Our son never owned the property, and we never rented to her. How do we get this squatter out of our property so we can sell it?


Stuck with a Squatter

The Big Move is a MarketWatch column looking at the ins and outs of real estate, from navigating the search for a new home to applying for a mortgage.

Do you have a question about buying or selling a home? Do you want to know where your next move should be? Email Aarthi Swaminathan at

Dear Stuck,

I’m sorry for your loss. I’m also sorry you are dealing with such a messy situation after your son’s passing. 

I don’t have good news for you. California is a state with strong tenant protections, so this squatter will be a hard one to shake off. You need to hire an attorney to help you see what can work.

“It’s a terrible time in the history of landlord-tenant relations because of the COVID pandemic. And it’s been brutal for many, many housing providers,” Daniel Bornstein, a San Francisco-based real-estate attorney who represents property owners in landlord-tenant issues, told MarketWatch.

Since the pandemic-era eviction moratorium was lifted, he said, he’s been getting a “tidal wave” of more cases. “There is pent-up demand,” Bornstein said. Some clients send over 25 cases in which eviction notices need to be sent.

Before the pandemic, landlords generally cited not having been paid three months’ rent. Now they’re trying to collect on unpaid rent over two years.
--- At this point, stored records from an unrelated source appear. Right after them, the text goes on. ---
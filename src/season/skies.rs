//! The air over the pool and the river, day by day, in one case.
//!
//! Methods: `docs/methods.md`, section 8.

use std::collections::BTreeMap;
use std::sync::Arc;

use chrono::{Datelike, NaiveDate};

use crate::river::Conditions;
use crate::site::{Case, Site, Surface, Yearly};
use crate::weather::{Air, Weather};

/// What the surface trades with on a day.
#[derive(Debug, Clone, Copy, PartialEq)]
pub enum Sky {
    /// The air.
    Air(Air),
    /// A given equilibrium temperature, C, and exchange, W/m2/C: light then warms the surface alone.
    Given {
        /// Equilibrium temperature, C.
        equilibrium_c: f64,
        /// Exchange, W/m2/C.
        exchange_w_m2_c: f64,
    },
}

/// A case of the season: its air by day, and what it does to the inflow.
#[derive(Debug, Clone)]
pub struct Skies {
    /// The case and its shifts; a year of weather is a case without any.
    pub case: Case,
    /// The year whose weather it is, where it is one of several.
    pub year: Option<i32>,
    /// The air by day.
    pub days: BTreeMap<NaiveDate, Sky>,
    /// The site with the river under the same air.
    pub site: Arc<Site>,
    /// What is known around the river, with the same air; no station has recorded a day ahead.
    pub conditions: Arc<Conditions>,
    /// Where its air comes from, in words.
    pub from: String,
}

/// Days beyond the season for which the air is kept: water that leaves on its last day is then still on its way
/// (choice).
const AFTER_DAYS: usize = 7;

impl Skies {
    /// The case of a site between two dates, made from the weather of the folder, the months of the site file and the
    /// case's shifts; a reason where a day has no air.
    ///
    /// A day of the weather file is its mean; where the file does not tell a day the figures of its month stand for it.
    /// Where neither tells every day, and the river has a given equilibrium and exchange, those hold on all days.
    ///
    /// # Errors
    /// The first day without air, in words.
    pub fn of_case(
        site: &Site,
        conditions: &Conditions,
        case: &Case,
        from: NaiveDate,
        to: NaiveDate,
    ) -> Result<Self, String> {
        if to < from {
            return Err(format!("it ends on {to}, before the season begins on {from}"));
        }
        let base = |date| base(site, conditions, date);
        let airs: Option<BTreeMap<NaiveDate, Air>> =
            season(from, to).map(|date| Some((date, shifted(&base(date)?, case)))).collect();
        if let Some(mut days) = airs {
            let after = to.iter_days().skip(1).take(AFTER_DAYS);
            days.extend(after.map_while(|date| Some((date, shifted(&base(date)?, case)))));
            let told = season(from, to).filter(|date| conditions.weather.day(*date).is_some()).count();
            let all = season(from, to).count();
            let from = match told {
                0 => "the figures of the months".to_owned(),
                told if told == all => "the weather file".to_owned(),
                told => format!(
                    "the weather file on {told} of {all} days, on the others the figures of the months"
                ),
            };
            return Ok(Self::under(site, conditions, case.clone(), days, from));
        }
        if let Some(Surface::Given { equilibrium_c, exchange_w_m2_c }) =
            site.river.as_ref().and_then(|river| river.surface.as_ref())
        {
            return Ok(Self::given(site, conditions, case, (from, to), equilibrium_c, exchange_w_m2_c));
        }
        let missing = season(from, to).find(|date| base(*date).is_none()).unwrap_or(from);
        Err(format!("nothing tells the air of {missing}: give season.monthly in site.yaml, or more weather"))
    }

    /// One case for each year of a weather record that holds all the days of the season. A day of a year stands for the
    /// same day of the season's year, 28 February for a 29th that it lacks.
    pub fn of_years(
        site: &Site,
        conditions: &Conditions,
        years: &Weather,
        from: NaiveDate,
        to: NaiveDate,
    ) -> Vec<Self> {
        let (Some((first, _)), Some((last, _))) = (years.days.first_key_value(), years.days.last_key_value())
        else {
            return Vec::new();
        };
        if to < from {
            return Vec::new();
        }
        let of_year = |year: i32| {
            let of = |date: NaiveDate| {
                let there = date.year() - from.year() + year;
                let same = date.with_year(there).or_else(|| NaiveDate::from_ymd_opt(there, 2, 28))?;
                Some((date, years.day(same)?))
            };
            let days = season(from, to).map(of).collect::<Option<BTreeMap<NaiveDate, Air>>>()?;
            let after = to.iter_days().skip(1).take(AFTER_DAYS).map_while(of);
            let days = days.into_iter().chain(after).collect();
            let case = Case { name: year.to_string(), air_c: 0.0, wind: 1.0, inflow: 1.0, inflow_c: 0.0 };
            let from = format!("the weather of {year}");
            Some(Self { year: Some(year), ..Self::under(site, conditions, case, days, from) })
        };
        (first.year()..=last.year()).filter_map(of_year).collect()
    }

    /// A case under the air of days, for pool and river alike.
    fn under(
        site: &Site,
        conditions: &Conditions,
        case: Case,
        airs: BTreeMap<NaiveDate, Air>,
        from: String,
    ) -> Self {
        let mut site = site.clone();
        if let Some(river) = &mut site.river
            && !matches!(river.surface, Some(Surface::File(_)))
        {
            river.surface = Some(Surface::File(from.clone()));
        }
        let days = airs.iter().map(|(date, air)| (*date, Sky::Air(*air))).collect();
        let weather = Weather { days: airs, ..Weather::default() };
        Self { case, year: None, days, site: Arc::new(site), conditions: ahead(conditions, weather), from }
    }

    /// A case under the given equilibrium of the river, shifted.
    fn given(
        site: &Site,
        conditions: &Conditions,
        case: &Case,
        (from, to): (NaiveDate, NaiveDate),
        equilibrium_c: &Yearly,
        exchange_w_m2_c: &Yearly,
    ) -> Self {
        let mut site = site.clone();
        // no ice is computed
        let months: [u32; 12] = [1, 2, 3, 4, 5, 6, 7, 8, 9, 10, 11, 12];
        let equilibrium_c =
            Yearly::Monthly(months.map(|month| (equilibrium_c.in_month(month) + case.air_c).max(0.0)));
        let sky = |date: NaiveDate| Sky::Given {
            equilibrium_c: equilibrium_c.in_month(date.month()),
            exchange_w_m2_c: exchange_w_m2_c.in_month(date.month()),
        };
        let days = season(from, to).map(|date| (date, sky(date))).collect();
        if let Some(river) = &mut site.river {
            let exchange_w_m2_c = exchange_w_m2_c.clone();
            river.surface = Some(Surface::Given { equilibrium_c, exchange_w_m2_c });
        }
        Self {
            case: case.clone(),
            year: None,
            days,
            site: Arc::new(site),
            conditions: ahead(conditions, Weather::default()),
            from: "the equilibrium and exchange given for the river".to_owned(),
        }
    }
}

fn season(from: NaiveDate, to: NaiveDate) -> impl Iterator<Item = NaiveDate> {
    from.iter_days().take_while(move |date| *date <= to)
}

/// The air of a day before any shift.
fn base(site: &Site, conditions: &Conditions, date: NaiveDate) -> Option<Air> {
    let months = site.season.monthly.as_deref();
    let month = || months.and_then(|airs| airs.get(date.month0() as usize)).copied();
    conditions.weather.day(date).or_else(month)
}

/// An air under the shifts of a case: the dew point goes with the air, so that its humidity stays about the same.
fn shifted(air: &Air, case: &Case) -> Air {
    Air {
        temperature_c: air.temperature_c + case.air_c,
        dew_point_c: air.dew_point_c + case.air_c,
        wind_m_s: air.wind_m_s * case.wind,
        ..*air
    }
}

/// What is known of days to come: the weather of the case, what streams tell, and no record.
fn ahead(conditions: &Conditions, weather: Weather) -> Arc<Conditions> {
    Arc::new(Conditions { weather, streams: conditions.streams.clone(), observed: BTreeMap::new() })
}
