//! Layers too thin join a neighbour, layers too thick are cut.
//!
//! Methods: `docs/methods.md`, section 8.

use crate::site::Site;

use super::layers::{Layer, Layers};

/// Brings every layer between half and twice the wanted thickness: the thinnest first joins the neighbour nearer in
/// density, then the thick are cut at half their height.
pub(super) fn reshape(layers: &mut Layers, site: &Site) {
    let least_m = 0.5 * layers.thickness_m;
    let mut edges = layers.edges_m(&site.pool);
    let water = &mut layers.layers;
    while water.len() > 1 {
        let thickness = |ends: &[f64]| ends[1] - ends[0];
        let thinnest = edges.windows(2).enumerate().min_by(|a, b| thickness(a.1).total_cmp(&thickness(b.1)));
        let Some((i, _)) = thinnest.filter(|(_, ends)| thickness(ends) < least_m) else {
            break;
        };
        let lower = if joins_below(water, i, site.water.solids_kg_m3) { i - 1 } else { i };
        let upper = water.remove(lower + 1);
        water[lower] = water[lower].joined(&upper);
        edges.remove(lower + 1);
    }
    cut(layers, site, edges);
}

/// Cuts layers, told with their edges (m), that are thicker than twice the wanted thickness at half their height, until
/// none is.
pub(super) fn cut(layers: &mut Layers, site: &Site, mut edges: Vec<f64>) {
    let most_m = 2.0 * layers.thickness_m;
    let water = &mut layers.layers;
    let mut below_m3 = site.pool.volume_m3(site.pool.bed_m);
    let mut i = 0;
    while i < water.len() {
        let whole = water[i];
        let half_m = 0.5 * (edges[i] + edges[i + 1]);
        let lower_m3 = site.pool.volume_m3(half_m) - below_m3;
        if edges[i + 1] - edges[i] > most_m && 0.0 < lower_m3 && lower_m3 < whole.volume_m3 {
            water[i] = whole.part(whole.volume_m3 - lower_m3);
            water.insert(i, whole.part(lower_m3));
            edges.insert(i + 1, half_m);
        } else {
            below_m3 += whole.volume_m3;
            i += 1;
        }
    }
}

/// Whether the neighbour below is the nearer in density.
fn joins_below(water: &[Layer], i: usize, grain_kg_m3: f64) -> bool {
    let density = |k: usize| water.get(k).map(|l| l.density_kg_m3(grain_kg_m3));
    let apart = |k: Option<usize>| Some((density(k?)? - density(i)?).abs());
    match (apart(i.checked_sub(1)), apart(Some(i + 1))) {
        (Some(below), Some(above)) => below < above,
        (below, _) => below.is_some(),
    }
}
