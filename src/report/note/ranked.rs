//! What was considered and rejected, and why.

use crate::mix::Setting;
use crate::mix::limits::Rule;
use crate::rank::Rejected;
use crate::report::page::{Block, Table};
use crate::site::Site;
use crate::tasks::Context;
use crate::tasks::note::NoteAnswer;
use crate::tasks::rank::Shown;

use super::words::{aired, flow, opening, percent, sorted, warmth};

/// Ranked mixes told (choice: the note is to fit a page).
pub(super) const MIXES: usize = 3;
/// Limits told that reject mixes (choice).
const LIMITS: usize = 3;
/// Flows nearer than this share of the whole are one (choice).
const SAME_FLOW: f64 = 0.005;

pub(super) fn blocks(context: &Context, answer: &NoteAnswer) -> Vec<Block> {
    let site = context.site();
    let mut out = vec![Block::Heading(2, "Considered and rejected".to_owned())];
    let mixes = &answer.ranked.mixes;
    let chosen = mixes.iter().position(|shown| is_chosen(site, answer, shown));
    out.extend(place(answer, chosen).map(Block::Words));
    if let Some(none) = answer.ranked.nothing_fits() {
        out.push(Block::Warning(format!("{}.", sentence(none.words()))));
    }
    let rows: Vec<Vec<String>> =
        mixes.iter().enumerate().take(MIXES).map(|(i, shown)| row(site, answer, (i, shown))).collect();
    if !rows.is_empty() {
        let of = answer.ranked.blocks.iter().map(|(share, flow)| share * flow).sum();
        out.push(Block::Table(Table {
            caption: format!(
                "First ranked mixes of {}, by {}{}",
                flow(of),
                order(answer),
                if chosen.is_some_and(|at| at < MIXES) { "; * is that of this note" } else { "" }
            ),
            head: ["No.", "Gates", "Temperature", "Oxygen", "Inside", "Moves", "Behind the one before by"]
                .map(str::to_owned)
                .to_vec(),
            rows,
            right: vec![0, 4, 5],
        }));
    }
    let rejected = rejected(site, &answer.ranked.ranking.rejected);
    if !rejected.is_empty() {
        out.push(Block::Words(format!("Rejected by, with the nearest miss: {}.", rejected.join("; "))));
    }
    out
}

/// Words as they begin a sentence.
fn sentence(words: &str) -> String {
    let mut letters = words.chars();
    letters.next().map_or_else(String::new, |first| first.to_uppercase().chain(letters).collect())
}

/// What the ranking counts, first to last.
fn order(answer: &NoteAnswer) -> String {
    let order: Vec<&str> = answer.ranked.order.iter().map(|criterion| criterion.name()).collect();
    format!("{} in this order", order.join(", ").replace('_', " "))
}

/// Where the mix of the note stands in the ranking; `None` where the table marks it.
fn place(answer: &NoteAnswer, chosen: Option<usize>) -> Option<String> {
    match chosen {
        _ if answer.ranked.mixes.is_empty() => Some("Every mix examined breaks a limit.".to_owned()),
        Some(at) if at < MIXES => None,
        Some(at) => Some(format!("The mix of this note is no. {} of the ranking.", at + 1)),
        None => Some("The mix of this note is none of those ranked first.".to_owned()),
    }
}

fn row(site: &Site, answer: &NoteAnswer, (at, shown): (usize, &Shown)) -> Vec<String> {
    let why = match shown.reasons.last() {
        Some(why) if at > 0 => why.strip_prefix("behind the one before by ").unwrap_or(why).to_owned(),
        _ => "first".to_owned(),
    };
    let mark = if is_chosen(site, answer, shown) { " *" } else { "" };
    vec![
        format!("{}{mark}", at + 1),
        gates(site, &shown.day),
        // their bands stand in the picture
        warmth(shown.temperature_c),
        aired(shown.oxygen_mg_l, None),
        percent(shown.governing().and_then(|standing| standing.share_inside_both)),
        shown.change.as_ref().map_or_else(|| "-".to_owned(), |change| change.moves.count.to_string()),
        why,
    ]
}

/// The gates in short: openings where there are any, else flows.
fn gates(site: &Site, setting: &Setting) -> String {
    let one = |(outlet, gate): &(&crate::site::Outlet, &crate::mix::Gate)| {
        if outlet.well.is_some() || !outlet.positions.is_empty() {
            format!("{} {}", outlet.name, opening(outlet, gate.opening).trim_start_matches("open "))
        } else {
            format!("{} {}", outlet.name, flow(gate.flow_m3s))
        }
    };
    sorted(site, setting).iter().map(one).collect::<Vec<_>>().join(", ")
}

/// Whether a ranked mix is that of the note.
pub(super) fn is_chosen(site: &Site, answer: &NoteAnswer, shown: &Shown) -> bool {
    let of = |setting: &Setting, outlet: usize| {
        let gate = setting.gates.iter().find(|g| g.outlet == outlet && setting.stands_open(site, g));
        gate.map_or((0.0, 0.0), |gate| (gate.opening, gate.flow_m3s))
    };
    let slack = SAME_FLOW * shown.flow_m3s;
    (0..site.outlets.len()).all(|outlet| {
        let ((open, flow), (opening, wanted)) = (of(&shown.day, outlet), of(&answer.mix.setting, outlet));
        (open - opening).abs() < crate::site::SAME_OPENING && (flow - wanted).abs() <= slack
    })
}

/// Limits that reject, each by its smallest miss, the weightiest first.
fn rejected(site: &Site, all: &[Rejected]) -> Vec<String> {
    let mut nearest: Vec<(Rule, &Rejected)> = Vec::new();
    for one in all {
        match nearest.iter_mut().find(|known| known.0 == one.check.rule) {
            Some(known) if known.1.check.room >= one.check.room => {}
            Some(known) => known.1 = one,
            None => nearest.push((one.check.rule, one)),
        }
    }
    nearest.sort_by_key(|(rule, _)| *rule);
    let more = nearest.len().saturating_sub(LIMITS);
    let mut out: Vec<String> = nearest.iter().take(LIMITS).map(|(_, one)| one.check.words(site)).collect();
    if more > 0 {
        out.push(format!("and {more} more"));
    }
    out
}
But the issue in your case is that there is a history of this person renting the home, so they may not legally be a squatter. Bornstein said your “squatter” may in fact be a “subtenant.” 

Plus, you’ve done something that may land you in some legal trouble: turning off utilities. “Any type of behavior like that is deemed a self-help eviction and can get you sued severely for your misconduct,” Borstein said. “You have to go to court to remove someone.” 

“So while I’m empathetic with the family’s situation, the approach they’re taking is totally inconsistent with the law,” he said.

The best option you have right now is to approach an attorney to start the eviction process. Please hire a lawyer to make sure you don’t make any mistakes, as this person seems to be well-versed in the law and her rights as a “squatter” or a “tenant.”

This lawyer may advise you to serve an eviction notice, where the person gets a few days to move out. If they ignore it, you can move to court and file an “unlawful detainer” suit. Then she is served with a summons, where she can respond to the lawsuit. 

That may go either way, given that she has rented from your son before and there is evidence of a pre-existing arrangement through her rental history. Your lawyer will investigate the history of the person’s presence there, whether your son had a lease, the rental history, etc. 

If she has no legal right to the property, then the court will give you a default judgment, and you can request a notice from the court served to the squatter to vacate the premises. She will then have to move out.

You have a long road ahead if you want to clear the property and sell it. Again, you need to tread carefully with this person.

“You don’t summarily have the right to just change the locks or freeze them out by shutting off utilities,” Bornstein said. “The behavior that I’ve read is likely to result in liability, so I would strongly caution them against any of these self-help measures, but instead, do the right thing. Contact an attorney.”